EXERCISE DIRECTIONS — Scan the entries below. List each line with "wrote".

Collected data
#####

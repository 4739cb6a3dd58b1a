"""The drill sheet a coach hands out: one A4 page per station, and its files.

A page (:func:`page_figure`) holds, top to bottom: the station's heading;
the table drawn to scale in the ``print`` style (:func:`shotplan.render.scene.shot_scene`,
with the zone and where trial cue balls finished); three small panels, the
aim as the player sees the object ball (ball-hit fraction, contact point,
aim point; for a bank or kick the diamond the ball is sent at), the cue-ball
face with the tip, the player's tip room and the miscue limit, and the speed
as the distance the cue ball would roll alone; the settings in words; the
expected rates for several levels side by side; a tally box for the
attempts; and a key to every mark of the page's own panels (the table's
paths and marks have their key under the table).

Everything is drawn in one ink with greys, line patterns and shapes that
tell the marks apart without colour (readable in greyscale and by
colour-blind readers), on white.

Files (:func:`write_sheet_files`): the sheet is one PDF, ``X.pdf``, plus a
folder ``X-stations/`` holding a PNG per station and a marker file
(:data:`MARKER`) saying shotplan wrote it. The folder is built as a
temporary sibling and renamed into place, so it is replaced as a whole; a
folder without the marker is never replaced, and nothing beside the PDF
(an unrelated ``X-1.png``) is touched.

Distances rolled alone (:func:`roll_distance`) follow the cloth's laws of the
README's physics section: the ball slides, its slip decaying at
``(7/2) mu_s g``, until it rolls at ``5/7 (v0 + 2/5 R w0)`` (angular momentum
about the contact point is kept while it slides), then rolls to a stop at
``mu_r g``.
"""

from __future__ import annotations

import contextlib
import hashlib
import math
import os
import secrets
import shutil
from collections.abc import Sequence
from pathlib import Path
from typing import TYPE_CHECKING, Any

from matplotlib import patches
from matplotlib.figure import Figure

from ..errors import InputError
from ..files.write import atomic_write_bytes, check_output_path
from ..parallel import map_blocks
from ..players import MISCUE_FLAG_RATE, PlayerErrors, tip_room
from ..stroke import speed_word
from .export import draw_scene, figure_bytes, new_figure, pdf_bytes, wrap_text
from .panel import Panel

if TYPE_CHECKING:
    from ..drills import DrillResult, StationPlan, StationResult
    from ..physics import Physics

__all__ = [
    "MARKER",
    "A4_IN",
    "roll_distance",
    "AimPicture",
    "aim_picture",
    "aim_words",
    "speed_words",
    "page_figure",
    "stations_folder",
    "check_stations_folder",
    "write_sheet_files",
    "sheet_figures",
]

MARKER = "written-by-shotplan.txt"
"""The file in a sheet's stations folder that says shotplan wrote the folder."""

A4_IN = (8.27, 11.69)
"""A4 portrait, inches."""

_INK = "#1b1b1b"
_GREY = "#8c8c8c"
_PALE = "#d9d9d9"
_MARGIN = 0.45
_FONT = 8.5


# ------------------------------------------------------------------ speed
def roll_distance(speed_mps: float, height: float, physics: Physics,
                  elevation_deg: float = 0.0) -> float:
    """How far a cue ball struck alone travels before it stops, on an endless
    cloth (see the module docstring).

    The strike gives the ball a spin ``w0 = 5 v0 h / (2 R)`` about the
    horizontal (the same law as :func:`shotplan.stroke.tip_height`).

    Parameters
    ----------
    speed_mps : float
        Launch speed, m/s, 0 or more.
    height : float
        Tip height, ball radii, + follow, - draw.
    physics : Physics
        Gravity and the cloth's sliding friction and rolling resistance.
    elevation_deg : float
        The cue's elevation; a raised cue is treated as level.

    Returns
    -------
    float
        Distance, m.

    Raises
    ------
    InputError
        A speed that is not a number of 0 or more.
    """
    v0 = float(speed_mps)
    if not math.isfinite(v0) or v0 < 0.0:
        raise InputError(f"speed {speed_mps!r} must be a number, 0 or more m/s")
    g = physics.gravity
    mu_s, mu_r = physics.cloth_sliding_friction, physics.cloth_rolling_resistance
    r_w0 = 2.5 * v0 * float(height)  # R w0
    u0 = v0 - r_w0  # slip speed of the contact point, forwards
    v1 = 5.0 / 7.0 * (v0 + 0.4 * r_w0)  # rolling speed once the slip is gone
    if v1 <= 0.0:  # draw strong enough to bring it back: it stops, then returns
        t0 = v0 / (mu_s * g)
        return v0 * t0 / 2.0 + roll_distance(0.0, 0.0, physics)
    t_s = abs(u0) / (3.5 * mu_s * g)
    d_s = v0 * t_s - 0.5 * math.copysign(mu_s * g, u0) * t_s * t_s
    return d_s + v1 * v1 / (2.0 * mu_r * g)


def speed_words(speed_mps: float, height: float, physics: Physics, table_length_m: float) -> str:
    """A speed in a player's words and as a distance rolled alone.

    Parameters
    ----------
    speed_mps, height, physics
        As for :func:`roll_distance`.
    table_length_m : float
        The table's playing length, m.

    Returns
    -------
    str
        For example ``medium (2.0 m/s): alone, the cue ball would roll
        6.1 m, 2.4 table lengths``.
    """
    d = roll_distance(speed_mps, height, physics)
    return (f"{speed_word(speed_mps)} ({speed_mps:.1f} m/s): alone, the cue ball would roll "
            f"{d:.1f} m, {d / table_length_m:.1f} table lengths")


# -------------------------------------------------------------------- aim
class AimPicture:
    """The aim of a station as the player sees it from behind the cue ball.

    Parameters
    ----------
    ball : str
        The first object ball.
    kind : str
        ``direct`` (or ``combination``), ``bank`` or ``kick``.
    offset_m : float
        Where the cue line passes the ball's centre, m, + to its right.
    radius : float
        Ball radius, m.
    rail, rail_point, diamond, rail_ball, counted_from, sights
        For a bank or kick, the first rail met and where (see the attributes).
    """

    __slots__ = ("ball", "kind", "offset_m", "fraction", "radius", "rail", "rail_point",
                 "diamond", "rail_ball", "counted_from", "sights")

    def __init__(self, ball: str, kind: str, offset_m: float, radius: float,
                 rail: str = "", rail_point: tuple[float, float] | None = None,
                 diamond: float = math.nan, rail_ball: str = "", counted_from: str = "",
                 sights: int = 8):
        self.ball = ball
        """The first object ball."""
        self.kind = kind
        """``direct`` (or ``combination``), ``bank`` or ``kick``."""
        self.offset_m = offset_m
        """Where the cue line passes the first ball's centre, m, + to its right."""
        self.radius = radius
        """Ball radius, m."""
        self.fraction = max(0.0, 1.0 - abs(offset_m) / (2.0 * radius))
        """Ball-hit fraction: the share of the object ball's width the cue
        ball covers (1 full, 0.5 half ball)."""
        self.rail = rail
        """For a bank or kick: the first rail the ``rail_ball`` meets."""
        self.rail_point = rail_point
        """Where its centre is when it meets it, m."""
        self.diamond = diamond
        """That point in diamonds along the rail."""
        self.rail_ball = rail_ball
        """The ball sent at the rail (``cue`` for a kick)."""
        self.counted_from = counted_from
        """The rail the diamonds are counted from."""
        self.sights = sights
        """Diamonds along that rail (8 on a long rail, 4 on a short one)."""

#####

ANSWER SPACE —
(:data:`MARKER`) saying shotplan wrote it. The folder is built as a
"""The file in a sheet's stations folder that says shotplan wrote the folder."""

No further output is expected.